--- Provided data ---
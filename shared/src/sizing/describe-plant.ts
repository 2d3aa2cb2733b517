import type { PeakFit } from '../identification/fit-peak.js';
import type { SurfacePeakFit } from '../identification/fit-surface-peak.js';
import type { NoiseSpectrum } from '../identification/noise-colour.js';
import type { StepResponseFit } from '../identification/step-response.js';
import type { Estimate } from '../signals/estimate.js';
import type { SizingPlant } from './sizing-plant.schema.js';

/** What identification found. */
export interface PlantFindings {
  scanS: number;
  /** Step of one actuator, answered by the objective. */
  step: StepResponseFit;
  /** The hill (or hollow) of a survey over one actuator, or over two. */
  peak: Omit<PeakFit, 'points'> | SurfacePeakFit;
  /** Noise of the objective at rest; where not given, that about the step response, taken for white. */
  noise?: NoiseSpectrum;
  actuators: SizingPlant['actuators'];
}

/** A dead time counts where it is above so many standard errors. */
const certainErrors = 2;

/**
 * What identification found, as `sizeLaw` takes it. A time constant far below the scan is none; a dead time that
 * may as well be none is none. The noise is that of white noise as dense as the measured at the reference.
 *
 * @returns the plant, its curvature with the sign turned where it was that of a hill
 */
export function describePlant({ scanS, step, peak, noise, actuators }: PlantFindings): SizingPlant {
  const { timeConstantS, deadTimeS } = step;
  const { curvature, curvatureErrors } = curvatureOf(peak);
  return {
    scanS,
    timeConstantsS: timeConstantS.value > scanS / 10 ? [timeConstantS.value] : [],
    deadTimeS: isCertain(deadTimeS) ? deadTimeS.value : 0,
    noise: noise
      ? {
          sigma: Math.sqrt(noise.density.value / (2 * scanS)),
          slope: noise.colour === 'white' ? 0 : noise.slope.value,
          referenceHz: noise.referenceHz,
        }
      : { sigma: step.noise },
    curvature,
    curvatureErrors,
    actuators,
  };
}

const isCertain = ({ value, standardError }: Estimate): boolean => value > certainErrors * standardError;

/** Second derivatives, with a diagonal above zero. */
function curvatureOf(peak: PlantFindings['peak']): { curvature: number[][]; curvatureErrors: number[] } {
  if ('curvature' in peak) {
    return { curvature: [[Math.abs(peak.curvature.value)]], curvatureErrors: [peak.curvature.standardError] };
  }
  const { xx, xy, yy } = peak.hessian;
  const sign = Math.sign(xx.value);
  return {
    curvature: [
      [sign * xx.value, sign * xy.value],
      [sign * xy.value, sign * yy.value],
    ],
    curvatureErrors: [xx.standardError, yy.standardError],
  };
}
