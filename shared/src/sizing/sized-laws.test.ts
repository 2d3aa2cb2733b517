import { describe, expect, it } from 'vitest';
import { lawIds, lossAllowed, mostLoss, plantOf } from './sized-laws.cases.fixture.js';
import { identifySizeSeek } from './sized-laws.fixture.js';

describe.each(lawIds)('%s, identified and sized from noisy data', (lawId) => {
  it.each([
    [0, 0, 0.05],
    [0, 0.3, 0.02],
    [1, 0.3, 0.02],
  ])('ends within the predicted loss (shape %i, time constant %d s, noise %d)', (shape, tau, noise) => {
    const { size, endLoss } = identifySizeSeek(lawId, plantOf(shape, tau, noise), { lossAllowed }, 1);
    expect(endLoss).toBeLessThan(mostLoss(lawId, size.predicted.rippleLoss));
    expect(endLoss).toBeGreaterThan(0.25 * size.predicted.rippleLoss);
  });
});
---
Instructions for the task:
What lines of the preceding data include the string "deadTimeS"? Pull them out.

Solution for this task:
  const { timeConstantS, deadTimeS } = step;
    deadTimeS: isCertain(deadTimeS) ? deadTimeS.value : 0,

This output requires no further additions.